- [Problem description] Wherever the word "secant" appears in a line of the records, copy that line.

- [Data listing]

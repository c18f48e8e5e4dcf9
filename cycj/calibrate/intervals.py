"""The recommended constants with intervals that cover, per-specimen fits and the scatter
between specimens: the step of :func:`cycj.calibrate.fit.fit_logs` after the regressions.

The rates behind the recommended regression (every rate the pooled fit used) are grouped by
test, in cycle order; :func:`cycj.calibrate.resampling.resampled_intervals` gives C, m and
da/dN with their intervals, :func:`cycj.calibrate.between.between_specimen` each test's C
with m fixed, its life over its own crack range and σ_ln C between specimens.
"""

from __future__ import annotations

import math

import numpy as np

from cycj.errors import ValidityRangeError

__all__ = ["scatter_and_intervals", "test_groups"]


def test_groups(points, labels):
    """One dict per test (``test, specimen, dJ, dadN, a_mm, cycle`` in cycle order) from the
    rate points of a regression (DataFrame with ``log, cycle, a_mm, dJ_eff_kJm2,
    dadN_mm_per_cycle``); tests with fewer than three rates are left out."""
    out = []
    for name in dict.fromkeys(points["log"]):
        sub = points[points["log"] == name].sort_values("cycle", kind="stable")
        if len(sub) < 3:
            continue
        out.append(
            {
                "test": name,
                "specimen": labels.get(name, name),
                "dJ": sub["dJ_eff_kJm2"].to_numpy(float),
                "dadN": sub["dadN_mm_per_cycle"].to_numpy(float),
                "a_mm": sub["a_mm"].to_numpy(float),
                "cycle": sub["cycle"].to_numpy(float),
            }
        )
    return out


def scatter_and_intervals(
    fits, chosen, labels, confidence, resamples, seed, dJ_at, warnings, series=()
):
    """Recommended constants, resampling intervals, per-specimen rows and the
    ``between_specimen`` block.

    Returns
    -------
    (best, intervals, per_specimen, between): ``best`` the recommended fit's dict (``C, m,
    lnC, C_interval, m_interval, cov_lnC_m, dJ_range_kJm2, interval_method,
    interval_note``); ``intervals`` the result of
    :func:`~cycj.calibrate.resampling.resampled_intervals` (None without rates), or of
    :func:`~cycj.calibrate.resampling.direct_intervals` when the direct a(N) fit is the
    recommended one (``series``: its readings, :func:`cycj.calibrate.fits.direct_series`).
    """
    from cycj.calibrate.between import between_specimen
    from cycj.calibrate.resampling import common_slope_fit, resampled_intervals

    if chosen == "direct" and "_lin" in fits["direct"]:
        best, iv, rows, between = _direct(
            fits["direct"], series, labels, confidence, resamples, seed, dJ_at, warnings
        )
        reg = fits.get("polynomial") or fits.get("secant")
        if iv is not None and reg is not None:
            # the within-test scatter of single rates (labelled so, never for planning)
            groups = test_groups(reg["points"], labels)
            if groups:
                within = common_slope_fit(
                    [np.log(t["dJ"]) for t in groups], [np.log(t["dadN"]) for t in groups]
                )
                iv["sigma_ln_within"] = within["sigma_ln_within"]
        return best, iv, rows, between
    reg = fits.get(chosen) if chosen != "direct" else None
    reg = reg or fits.get("polynomial") or fits.get("secant")
    if reg is None:
        best = dict(fits[chosen])
        return best, None, [], _no_between(0, "no rates: no per-specimen fits")
    groups = test_groups(reg["points"], labels)
    x = [np.log(g["dJ"]) for g in groups]
    y = [np.log(g["dadN"]) for g in groups]
    lo, hi = reg["dJ_range_kJm2"]
    at = np.atleast_1d(np.asarray(dJ_at if dJ_at is not None else math.sqrt(lo * hi), float))
    try:
        if not groups:
            raise ValidityRangeError("no test has three rates")
        iv = resampled_intervals(
            x, y, x_at=np.log(at), confidence=confidence, resamples=resamples, seed=seed
        )
    except ValidityRangeError as exc:
        warnings.append(
            f"no resampling intervals ({exc}): the intervals are those of ordinary least "
            "squares, which treat every rate as independent (too narrow)"
        )
        best = dict(fits[chosen])
        best["interval_method"] = "ordinary least squares (rates taken as independent)"
        return best, None, [], _no_between(len(groups), f"no per-specimen fits: {exc}")
    if chosen == "direct":
        best = dict(fits["direct"])
        m = best["m"]
    else:
        m = iv["m"]
        best = {
            "C": math.exp(iv["lnC"]),
            "m": m,
            "lnC": iv["lnC"],
            "C_interval": [math.exp(v) for v in iv["lnC_interval"]],
            "m_interval": iv["m_interval"],
            "cov_lnC_m": iv["cov_lnC_m"],
            "dJ_range_kJm2": reg["dJ_range_kJm2"],
            "interval_method": iv["method"],
            "interval_note": iv["note"],
        }
    _warn_one_specimen(iv, warnings)
    per_spec, between = between_specimen(groups, m, confidence)
    return best, iv, per_spec, between


def _direct(fit, series, labels, confidence, resamples, seed, dJ_at, warnings):
    """The step of :func:`scatter_and_intervals` for the direct a(N) fit: linearised
    resampling intervals, per-test rows and σ_ln C from the tests' own ln C_i."""
    from cycj.calibrate.between import direct_rows, scatter_of_lnc
    from cycj.calibrate.resampling import direct_intervals

    lo, hi = fit["dJ_range_kJm2"]
    at = np.atleast_1d(np.asarray(dJ_at if dJ_at is not None else math.sqrt(lo * hi), float))
    try:
        iv = direct_intervals(
            fit, x_at=np.log(at), confidence=confidence, resamples=resamples, seed=seed
        )
    except (ValidityRangeError, np.linalg.LinAlgError) as exc:
        warnings.append(
            f"no resampling intervals ({exc}): the intervals are those of the Jacobian of "
            "the a(N) least squares (too narrow)"
        )
        best = dict(fit)
        best["interval_method"] = "least squares on a(N) (Jacobian)"
        return best, None, [], _no_between(len(series), f"no per-specimen fits: {exc}")
    best = {
        **fit,
        "C_interval": [math.exp(v) for v in iv["lnC_interval"]],
        "m_interval": iv["m_interval"],
        "cov_lnC_m": iv["cov_lnC_m"],
        "interval_method": iv["method"],
        "interval_note": iv["note"],
    }
    _warn_one_specimen(iv, warnings)
    return (
        best,
        iv,
        direct_rows(fit, iv, series, labels),
        scatter_of_lnc(fit["lnC_per_test"], fit["m"], confidence),
    )


def _no_between(n, note):
    """The ``between_specimen`` block when no per-specimen fits could be made."""
    return {
        "sigma_ln_C": None,
        "sigma_ln_C_interval": None,
        "n_specimens": n,
        "m_fixed": None,
        "note": note,
    }


def _warn_one_specimen(iv, warnings):
    """Say, for an interval from one specimen, that it cannot tell the scatter between
    specimens."""
    if iv["G"] == 1:
        warnings.append(
            "one specimen: the intervals are those of its own constants (moving-block "
            "bootstrap); the scatter between specimens is unknown"
        )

- [Solution to this problem]
        reg = fits.get("polynomial") or fits.get("secant")
    reg = reg or fits.get("polynomial") or fits.get("secant")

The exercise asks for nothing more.